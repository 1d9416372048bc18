/**
 * Google sign-in through passport-google-oauth20 against the local OAuth fake, redirects driven by hand:
 * app → fake /authorize → app callback → signed in.
 */
import type { Server } from 'node:http';
import { afterAll, beforeAll, describe, expect, it, vi } from 'vitest';

// The strategy reads its URLs from the configuration at start-up: point them at a fake on a port of our own.
const fakePort = vi.hoisted(() => {
  const port = 20000 + Math.floor(Math.random() * 30000);
  const base = `http://127.0.0.1:${port}`;
  Object.assign(process.env, {
    GOOGLE_SIGNIN: '1',
    GOOGLE_CLIENT_ID: 'test-client',
    GOOGLE_CLIENT_SECRET: 'test-secret',
    GOOGLE_AUTH_URL: `${base}/authorize`,
    GOOGLE_TOKEN_URL: `${base}/token`,
    GOOGLE_USERINFO_URL: `${base}/userinfo`,
    GOOGLE_CALLBACK_URL: 'http://127.0.0.1:4780/api/v1/auth/google/callback',
  });
  return port;
});

import { startOAuthFake } from '../../server/fakes/oauth';
import { ClubSubscription } from '../../server/models';
import { ApiClient, Membership, TEST_PASSWORD, signUp, testApp, uniqueEmail } from '../support/app';

const app = testApp();
let fake: Server;

beforeAll(async () => {
  fake = await startOAuthFake({ clientId: 'test-client', clientSecret: 'test-secret', defaultEmail: 'x@fake.example', defaultName: 'X' }, fakePort);
});

afterAll(async () => {
  fake.closeAllConnections();
  await new Promise((resolve) => fake.close(resolve));
});

/** Follows the whole flow for `email`; returns the client and the app's final redirect. */
async function googleSignIn(email: string, name = 'Rook Ellery'): Promise<{ client: ApiClient; finalLocation: string }> {
  const client = new ApiClient(app);
  const start = await client.agent.get('/api/v1/auth/google');
  expect(start.status).toBe(302);
  const authorizeUrl = new URL(start.headers.location as string);
  expect(authorizeUrl.origin).toBe(`http://127.0.0.1:${fakePort}`);
  expect(authorizeUrl.searchParams.get('state')).toBeTruthy();
  authorizeUrl.searchParams.set('login_hint', email);
  authorizeUrl.searchParams.set('name', name);
  const approved = await fetch(authorizeUrl, { redirect: 'manual' });
  expect(approved.status).toBe(302);
  const callback = new URL(approved.headers.get('location') as string);
  expect(callback.pathname).toBe('/api/v1/auth/google/callback');
  const done = await client.agent.get(callback.pathname + callback.search);
  expect(done.status).toBe(302);
  return { client, finalLocation: done.headers.location as string };
}

describe('Google sign-in through the OAuth fake', () => {
  it('creates a user with a personal club and signs them in when the Google account is new', async () => {
    const email = uniqueEmail('google');
    const { client, finalLocation } = await googleSignIn(email, 'Rook Ellery');
    expect(finalLocation).toBe('/');
    const me = await client.get('/api/v1/auth/me');
    expect(me.status).toBe(200);
    expect(me.body.data.user).toMatchObject({ email, displayName: 'Rook Ellery' });
    expect(me.body.data.memberships).toEqual([
      { clubId: expect.any(Number), clubName: "Rook Ellery's club", role: 'admin', athleteProfileId: null },
    ]);
  });

  it('starts the personal club of a new Google account on its free trial', async () => {
    const { client } = await googleSignIn(uniqueEmail('google'), 'Wynn Tarrow');
    const me = await client.get('/api/v1/auth/me');
    const clubId = me.body.data.memberships[0].clubId as number;
    // Created with the club, not on the first look at it.
    expect(await ClubSubscription.findOne({ where: { clubId } })).toMatchObject({ status: 'trialing', providerSubscriptionId: null });
    const club = await client.get(`/api/v1/clubs/${clubId}`);
    expect(club.body.data.subscription).toEqual({ status: 'trialing', recordingAllowed: true, reason: null, trialEndsAt: expect.any(String) });
  });

  it('finds the same user and creates no second club when they sign in with Google again', async () => {
    const email = uniqueEmail('google');
    const first = await googleSignIn(email);
    const second = await googleSignIn(email);
    const a = (await first.client.get('/api/v1/auth/me')).body.data;
    const b = (await second.client.get('/api/v1/auth/me')).body.data;
    expect(b.user.id).toBe(a.user.id);
    expect(await Membership.count({ where: { userId: a.user.id } })).toBe(1);
  });

  it('links Google to an existing password account when the e-mail matches', async () => {
    const user = await signUp(app);
    const { client } = await googleSignIn(user.email);
    const me = (await client.get('/api/v1/auth/me')).body.data;
    expect(me.user.id).toBe(user.userId);
    expect(me.memberships.map((m: { clubId: number }) => m.clubId)).toEqual([user.clubId]);
    // The password still works.
    const again = new ApiClient(app);
    expect((await again.post('/api/v1/auth/signin', { email: user.email, password: TEST_PASSWORD })).status).toBe(200);
  });

  it('refuses a password sign-in for a Google-only account', async () => {
    const email = uniqueEmail('google');
    await googleSignIn(email);
    const res = await new ApiClient(app).post('/api/v1/auth/signin', { email, password: TEST_PASSWORD });
    expect(res.status).toBe(401);
    expect(res.body.error.code).toBe('INVALID_CREDENTIALS');
  });

  it('sends the browser to /signin?error=google when the callback carries a bad code', async () => {
    const client = new ApiClient(app);
    const start = await client.agent.get('/api/v1/auth/google');
    const state = new URL(start.headers.location as string).searchParams.get('state') as string;
    const res = await client.agent.get(`/api/v1/auth/google/callback?code=forged&state=${encodeURIComponent(state)}`);
    expect(res.status).toBe(302);
    expect(res.headers.location).toBe('/signin?error=google');
    expect((await client.get('/api/v1/auth/me')).status).toBe(401);
  });

  it('refuses a callback whose state does not match the session', async () => {
    const email = uniqueEmail('google');
    const victim = new ApiClient(app);
    const attacker = new ApiClient(app);
    const start = await attacker.agent.get('/api/v1/auth/google');
    const authorizeUrl = new URL(start.headers.location as string);
    authorizeUrl.searchParams.set('login_hint', email);
    const approved = await fetch(authorizeUrl, { redirect: 'manual' });
    const callback = new URL(approved.headers.get('location') as string);
    await victim.agent.get('/api/v1/auth/google');
    const res = await victim.agent.get(callback.pathname + callback.search);
    expect(res.status).toBe(302);
    expect(res.headers.location).toBe('/signin?error=google');
    expect((await victim.get('/api/v1/auth/me')).status).toBe(401);
  });
});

· · · ·

_Description of the task_: Take every line above that includes "describe" and list it.

_Answer space_:
import { afterAll, beforeAll, describe, expect, it, vi } from 'vitest';
describe('Google sign-in through the OAuth fake', () => {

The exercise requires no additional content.